Save gelisam/176181aacda7f41fa643b50965ff2424 to your computer and use it in GitHub Desktop.
Defining a recursive datatype by its differences with another recursive datatype
-- | In response to https://twitter.com/_gilmi/status/1478846678409035779
--
-- The challenge is three-fold:
--
-- 1. define the type 'Expr2' as "the same as 'Expr1' but with this constructor
-- instead of that one", without having to repeat all the other constructors.

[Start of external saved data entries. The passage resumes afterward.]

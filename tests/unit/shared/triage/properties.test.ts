import fc from 'fast-check';
import { describe, expect, it } from 'vitest';
import type { ClinicalInput } from '../../../../shared/schemas/clinical';
import { CONSIDERATIONS, FINDINGS } from '../../../../shared/schemas/clinical-options';
import { activationOf, evaluate } from '../../../../shared/triage/evaluate';
import { settleLocalCriterion } from '../../../../shared/triage/local-criteria';
import type { Criterion } from '../../../../shared/triage/criteria';
import { criterionState } from './oracle';
import { EXAMPLE_POLICY, LEVEL_RANK, validatePolicy } from '../../../../shared/triage/policy';
import { CRITERIA_SETS, compiledCriterion } from '../../../../shared/triage/catalog';
import { POLICY_CRITERIA } from '../../../../shared/triage/policy-criteria';
import { createFacts, readFacts } from '../../../../shared/triage/facts';

const RISK_RANK = { none: 0, moderate: 1, high: 2 } as const;
const orNull = <T>(arb: fc.Arbitrary<T>) => fc.option(arb, { nil: null });

const input: fc.Arbitrary<ClinicalInput> = fc.record({
  ageYears: fc.oneof(fc.integer({ min: 0, max: 110 }), fc.double({ min: 0, max: 2, noNaN: true })),
  sex: orNull(fc.constantFrom('female', 'male', 'other', 'unknown') as fc.Arbitrary<'female' | 'male' | 'other' | 'unknown'>),
  pregnancyWeeks: orNull(fc.integer({ min: 0, max: 42 })),
  anticoagulant: orNull(fc.boolean()),
  bodyHeightCm: orNull(fc.integer({ min: 45, max: 200 })),
  fall: fc.record({
    // Thresholds exactly (10 and 20 ft) as well as anywhere between.
    heightM: fc.oneof(fc.double({ min: 0, max: 40, noNaN: true }), fc.constantFrom(0, 3.048, 6.096, 9.144)),
    headImpact: orNull(fc.boolean()),
    firstImpact: orNull(fc.constantFrom('head', 'back', 'unknown') as fc.Arbitrary<'head' | 'back' | 'unknown'>),
  }),
  vitals: fc.record({
    sbp: orNull(fc.integer({ min: 40, max: 220 })),
    hr: orNull(fc.integer({ min: 30, max: 200 })),
    rr: orNull(fc.integer({ min: 0, max: 60 })),
    spo2: orNull(fc.integer({ min: 60, max: 100 })),
    spo2RoomAir: orNull(fc.boolean()),
    gcs: orNull(fc.record({ eye: orNull(fc.integer({ min: 1, max: 4 })), verbal: orNull(fc.integer({ min: 1, max: 5 })), motor: orNull(fc.integer({ min: 1, max: 6 })) })),
    intubated: orNull(fc.boolean()),
    respiratorySupport: orNull(fc.boolean()),
    respiratoryDistress: orNull(fc.boolean()),
  }),
  findings: fc.subarray([...FINDINGS]),
  considerations: fc.subarray([...CONSIDERATIONS]),
});

function notLower(before: ClinicalInput, after: ClinicalInput, set: 'field-2021' | 'field-2011') {
  const a = evaluate(before, { set });
  const b = evaluate(after, { set });
  expect(RISK_RANK[b.fieldRisk]).toBeGreaterThanOrEqual(RISK_RANK[a.fieldRisk]);
  expect(LEVEL_RANK[b.activation]).toBeGreaterThanOrEqual(LEVEL_RANK[a.activation]);
}

const sets = fc.constantFrom('field-2021', 'field-2011') as fc.Arbitrary<'field-2021' | 'field-2011'>;

describe('the level never falls when the patient gets worse', () => {
  it('adding a finding or a consideration', () => {
    fc.assert(fc.property(input, fc.constantFrom(...FINDINGS), fc.constantFrom(...CONSIDERATIONS), sets, (x, finding, consideration, set) => {
      notLower(x, { ...x, findings: [...(x.findings ?? []), finding] }, set);
      notLower(x, { ...x, considerations: [...(x.considerations ?? []), consideration] }, set);
    }), { numRuns: 400 });
  });

  it('a lower SBP, a faster heart, a lower SpO2, a lower GCS part, a breathing rate further from normal', () => {
    fc.assert(fc.property(input, fc.integer({ min: 1, max: 40 }), sets, (x, by, set) => {
      const v = x.vitals!;
      const worse = (patch: Partial<NonNullable<ClinicalInput['vitals']>>) => notLower(x, { ...x, vitals: { ...v, ...patch } }, set);
      if (v.sbp != null) worse({ sbp: Math.max(0, v.sbp - by) });
      if (v.hr != null) worse({ hr: v.hr + by });
      if (v.spo2 != null) worse({ spo2: Math.max(0, v.spo2 - by) });
      if (v.rr != null) worse({ rr: v.rr < 19.5 ? Math.max(0, v.rr - by) : v.rr + by });
      if (v.gcs?.motor != null) worse({ gcs: { ...v.gcs, motor: Math.max(1, v.gcs.motor - 1) } });
      if (v.gcs?.eye != null) worse({ gcs: { ...v.gcs, eye: Math.max(1, v.gcs.eye - 1) } });
    }), { numRuns: 400 });
  });
});

describe('the activation alone, as a what-if asks for it', () => {
  // The example with an invented local criterion on the full team, as a hospital's draft adds one.
  const local = settleLocalCriterion({
    id: 'new-1', label: 'Older adult, fall above 15 ft', reason: 'Invented for the test',
    condition: { join: 'all', heightUnit: 'ft', parts: [{ kind: 'measure', measure: 'age', comparison: 'at-least', value: 55 }, { kind: 'measure', measure: 'fallHeight', comparison: 'above', value: 15 }] },
  }, 'test-local', 1, 'Invented Hospital');
  const checked = validatePolicy({
    ...EXAMPLE_POLICY, id: 'test-local', version: 1, example: false, name: 'Test draft', localCriteria: [local],
    rules: EXAMPLE_POLICY.rules.map((r) => (r.level === 'full' ? { ...r, criteria: [...r.criteria, local.id] } : r)),
  });
  if (!checked.ok) throw new Error(JSON.stringify(checked.issues));
  const draft = checked.policy;

  it('is the level evaluate gives, under the example and under a draft with a local criterion, in both sets', () => {
    fc.assert(fc.property(input, fc.constantFrom('field-2021', 'field-2011') as fc.Arbitrary<'field-2021' | 'field-2011'>, (i, set) => {
      expect(activationOf(i, { set, policy: EXAMPLE_POLICY })).toBe(evaluate(i, { set, policy: EXAMPLE_POLICY }).activation);
      expect(activationOf(i, { set, policy: draft })).toBe(evaluate(i, { set, policy: draft }).activation);
    }), { numRuns: 2000 });
  });
});

describe('the order of findings does not matter', () => {
  it('same result for any order of findings and considerations', () => {
    fc.assert(fc.property(input, fc.infiniteStream(fc.double({ noNaN: true })), sets, (x, noise, set) => {
      const shuffle = <T>(list: readonly T[]) => [...list].map((v) => ({ v, k: noise.next().value })).sort((a, b) => a.k - b.k).map((e) => e.v);
      const shuffled = { ...x, findings: shuffle(x.findings ?? []), considerations: shuffle(x.considerations ?? []) };
      expect(evaluate(shuffled, { set })).toEqual(evaluate(x, { set }));
    }), { numRuns: 300 });
  });
});

describe('unknown is never read as normal', () => {
  it('whatever value a listed missing input would take, no fewer criteria fire than with it unknown', () => {
    fc.assert(fc.property(input, fc.integer({ min: 0, max: 300 }), (x, sbp) => {
      const unknown = evaluate({ ...x, vitals: { ...x.vitals, sbp: null } });
      const known = evaluate({ ...x, vitals: { ...x.vitals, sbp } });
      expect(LEVEL_RANK[known.activation]).toBeGreaterThanOrEqual(LEVEL_RANK[unknown.activation]);
      // Where some SBP would raise the level, the unknown one must say so.
      if (LEVEL_RANK[known.activation] > LEVEL_RANK[unknown.activation]) {
        expect(unknown.missing.map((m) => m.field)).toContain('vitals.sbp');
      }
    }), { numRuns: 400 });
  });
});

describe('the evaluator reads every criterion as the plain three-valued oracle does', () => {
  // The one evaluator (compile-criteria.ts) runs in the browser and on the server alike. A plain
  // walk over each criterion's condition tree, written apart under tests/ (oracle.ts), must give
  // the same met criteria, in the same order, and the same field risk, for any input [ours: an
  // internal consistency check of the rules SOURCES.md states].
  it('met criteria and field risk as the oracle gives them, the policy’s own conditions included', () => {
    fc.assert(fc.property(input, sets, (x, set) => {
      const expectedMet = CRITERIA_SETS[set].criteria.filter((c) => criterionState(c, x) === 'met');
      const result = evaluate(x, { set });
      expect(result.criteria.filter((c) => c.set === set).map((c) => c.id)).toEqual(expectedMet.map((c) => c.id));
      const rank = Math.max(0, ...expectedMet.map((c) => (c.tier === 'high' ? 2 : 1)));
      expect(result.fieldRisk).toBe((['none', 'moderate', 'high'] as const)[rank]);
      const named = new Set(EXAMPLE_POLICY.rules.flatMap((r) => r.criteria));
      const policyMet = POLICY_CRITERIA.filter((c) => named.has(c.id) && criterionState(c, x) === 'met').map((c) => c.id);
      expect(result.criteria.filter((c) => c.set === 'policy').map((c) => c.id)).toEqual(policyMet);
    }), { numRuns: 1500 });
  });

  it('every criterion’s own state, unknown included, as the oracle gives it', () => {
    const all = [...CRITERIA_SETS['field-2021'].criteria, ...CRITERIA_SETS['field-2011'].criteria, ...POLICY_CRITERIA];
    const names = ['not met', 'met', 'unknown'] as const;
    fc.assert(fc.property(input, (x) => {
      const facts = readFacts(x, createFacts());
      for (const c of all) expect([c.id, names[compiledCriterion(c.id)!.test(facts)]]).toEqual([c.id, criterionState(c, x)]);
    }), { numRuns: 1500 });
  });

  it('a criterion given as data, not shipped, is evaluated and carries its own source', () => {
    // A hospital's own criterion appended to the 2021 set [ours: the evaluator reads any criterion as data].
    const local: Criterion = {
      id: 'local:fall-above-2-m-age-70-up', set: 'policy', category: 'mechanism', tier: 'moderate', nemsis: null,
      label: 'Age 70 or older: fall > 2 m', source: 'Alderwick General local rule [ours]', sourceLabel: 'Local rule, Alderwick General',
      when: { kind: 'all', of: [{ kind: 'age', from: 70, label: '70 or older' }, { kind: 'above', quantity: 'heightM', value: 2 }] },
    };
    const set = { ...CRITERIA_SETS['field-2021'], criteria: [...CRITERIA_SETS['field-2021'].criteria, local] };
    const x: ClinicalInput = { ageYears: 72, fall: { heightM: 2.5 }, vitals: { sbp: 140, hr: 80, rr: 16, gcsTotal: 15 }, findings: [] };
    const fired = evaluate(x, { criteria: set }).criteria.find((c) => c.id === local.id);
    expect(fired).toMatchObject({ sourceLabel: 'Local rule, Alderwick General', because: 'fall 2.5 m (8.2 ft) > 2 m, age 72 (70 or older)' });
    expect(criterionState(local, x)).toBe('met');
    expect(evaluate({ ...x, ageYears: 60 }, { criteria: set }).criteria.map((c) => c.id)).not.toContain(local.id);
  });
});

describe('explanations kept per value', () => {
  // The text of a comparison or an age band is kept per value in a few slots, and a slot is
  // reused by whichever value falls in it next. A result must read the same whatever was
  // evaluated before it [ours: an internal consistency check].
  it('the same input gives the same explanations in any order of evaluation', () => {
    fc.assert(fc.property(fc.array(input, { minLength: 50, maxLength: 200 }), sets, (xs, set) => {
      const first = xs.map((x) => JSON.stringify(evaluate(x, { set })));
      // Backwards, and each input after one that differs from it, so that slots are overwritten in between.
      for (let k = xs.length - 1; k >= 0; k--) {
        evaluate(xs[(k * 7 + 3) % xs.length], { set });
        expect(JSON.stringify(evaluate(xs[k], { set }))).toBe(first[k]);
      }
    }), { numRuns: 60 });
  });

  it('the texts read the recorded values themselves', () => {
    // Values a slot could confuse [ours].
    const adult = (sbp: number, heightM: number): ClinicalInput => ({
      ageYears: 40, fall: { heightM }, vitals: { sbp, hr: 70, rr: 16, gcsTotal: 15 }, findings: [],
    });
    const because = (x: ClinicalInput, id: string) => evaluate(x).criteria.find((c) => c.id === id)?.because;
    // Whole numbers 64 apart share a slot (84 and 20), and so do 7.5 m and 4.43 m: (v × 21) & 63 is 29 for both.
    expect(because(adult(84, 0), 'field-2021:sbp-below-90-age-10-64')).toBe('SBP 84 < 90, age 40 (10–64)');
    expect(because(adult(20, 0), 'field-2021:sbp-below-90-age-10-64')).toBe('SBP 20 < 90, age 40 (10–64)');
    expect(because(adult(84, 0), 'field-2021:sbp-below-90-age-10-64')).toBe('SBP 84 < 90, age 40 (10–64)');
    expect(because(adult(120, 7.5), 'field-2021:fall-above-10-ft')).toBe('fall 7.5 m (24.6 ft) > 3.048 m (10 ft)');
    expect(because(adult(120, 4.43), 'field-2021:fall-above-10-ft')).toBe('fall 4.43 m (14.5 ft) > 3.048 m (10 ft)');
    expect(because(adult(120, 7.5), 'field-2021:fall-above-10-ft')).toBe('fall 7.5 m (24.6 ft) > 3.048 m (10 ft)');
  });
});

-- 2. convert from 'Expr1' to 'Expr2' by only providing a translation for the
-- one constructor which is different.
-- 3. write a polymorphic function which works with both 'Expr1' and 'Expr2'
-- because it doesn't touch the constructor which differs.
--
-- As you can guess from the list of language extensions, this is going to be a
-- wild ride.
{-# LANGUAGE AllowAmbiguousTypes #-}
{-# LANGUAGE DataKinds #-}
{-# LANGUAGE DeriveFunctor #-}
{-# LANGUAGE FlexibleContexts #-}
{-# LANGUAGE FlexibleInstances #-}
{-# LANGUAGE GADTs #-}
{-# LANGUAGE MultiParamTypeClasses #-}
{-# LANGUAGE PolyKinds #-}
{-# LANGUAGE ScopedTypeVariables #-}
{-# LANGUAGE TypeApplications #-}
{-# LANGUAGE TypeFamilies #-}
{-# LANGUAGE TypeOperators #-}
{-# LANGUAGE UndecidableInstances #-}
-- Before I dive into the dark magic which makes this possible, let me show the
-- end result.
-- 1. define the type 'Expr2' as "the same as 'Expr1' but with this constructor
-- instead of that one", without having to repeat all the other constructors.
data SingleLamF r = SingleLam String r deriving Functor
data MultiLamF r = MultiLam [String] r deriving Functor
data AppF r = App r [r] deriving Functor
type Expr1 = Fix '[SingleLamF, AppF]
type Expr2 = ReplaceCtor SingleLamF MultiLamF Expr1
-- Obviously, this is a very unconventional way to define 'Expr1' and 'Expr2',
-- but the result is morally equivalent to this:
--
-- > data Expr1
-- > = SingleLam String Expr1
-- > | App Expr1 [Expr1]
-- >
-- > data Expr2
-- > = MultiLam [String] Expr2
-- > | App Expr2 [Expr2]
-- 2. convert from 'Expr1' to 'Expr2' by only providing a translation for the
-- one constructor which is different.
oneToTwo
:: Expr1 -> Expr2
oneToTwo
= replaceCtor @SingleLamF @MultiLamF $ \(SingleLam x e)
-> MultiLam [x] e
-- Pretty self-explanatory: we convert from 'Expr1' to 'Expr2' by converting
-- the 'SingleLam' constructor to the 'MultiLam' constructor.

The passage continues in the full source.